Member of Parliament for Souris—Moose Mountain
- In office June 28, 2004 – October 19, 2015
- Preceded by: Roy H. Bailey
- Succeeded by: Robert Kitchen

Chair of the Standing Committee on Human Resources
- In office June 21, 2011 – October 23, 2013
- Minister: Jason Kenney
- Preceded by: Candice Bergen
- Succeeded by: Phil McColeman

Personal details
- Born: November 18, 1949 (age 76) Cudworth, Saskatchewan, Canada
- Party: Conservative
- Spouse: Sally Komarnicki
- Profession: lawyer

= Ed Komarnicki =

Canadian politician and lawyer

Edward "Ed" Komarnicki (born November 18, 1949) is a Canadian politician and lawyer.

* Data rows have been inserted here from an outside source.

// The compiled half of `import credence`: bindings over the library. The pure-Python
// package (python/credence/) wraps these in pandas-friendly calls.
#include <pybind11/pybind11.h>
#include <spdlog/spdlog.h>

#include <string>

#include "bindings.h"
#include "credence/version.h"
#include "status_error.h"
#include "util/log.h"

namespace {

// The library logs through spdlog to stderr; a notebook sees warnings and errors only
// unless it asks for more (the CLI's --quiet is the same default for scripts).
void set_log_level(const std::string& level) {
  spdlog::level::level_enum parsed = spdlog::level::from_str(level);
  if (parsed == spdlog::level::off && level != "off") {
    throw credence::python::StatusError(credence::Status::invalid_input(
        "log level '" + level + "': use trace, debug, info, warning, error or off"));
  }
  credence::log().set_level(parsed);
}

}  // namespace

PYBIND11_MODULE(_credence, m) {
  m.doc() = "credence's library calls; use the `credence` package, not this module";
  m.attr("__version__") = credence::kVersion;
  credence::python::register_status_errors(m);
  credence::python::bind_run(m);
  credence::python::bind_predict(m);
  credence::python::bind_assess(m);
  credence::python::bind_train(m);
  credence::python::bind_compare(m);
  m.def("set_log_level", &set_log_level, pybind11::arg("level"),
        "How much the library logs to stderr: trace, debug, info, warning (default), error, off.");
  set_log_level("warning");
}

Born in Cudworth, Saskatchewan, Komarnicki was elected into the House of Commons of Canada in the 2004 Canadian federal election as the Conservative Party of Canada candidate in the riding of Souris—Moose Mountain. He was elected by nearly 3,000 votes over former premier Grant Devine who was running as an independent. Komarnicki was re-elected in each subsequent election, in 2006, 2008 and 2011, each time with a larger percentage of votes.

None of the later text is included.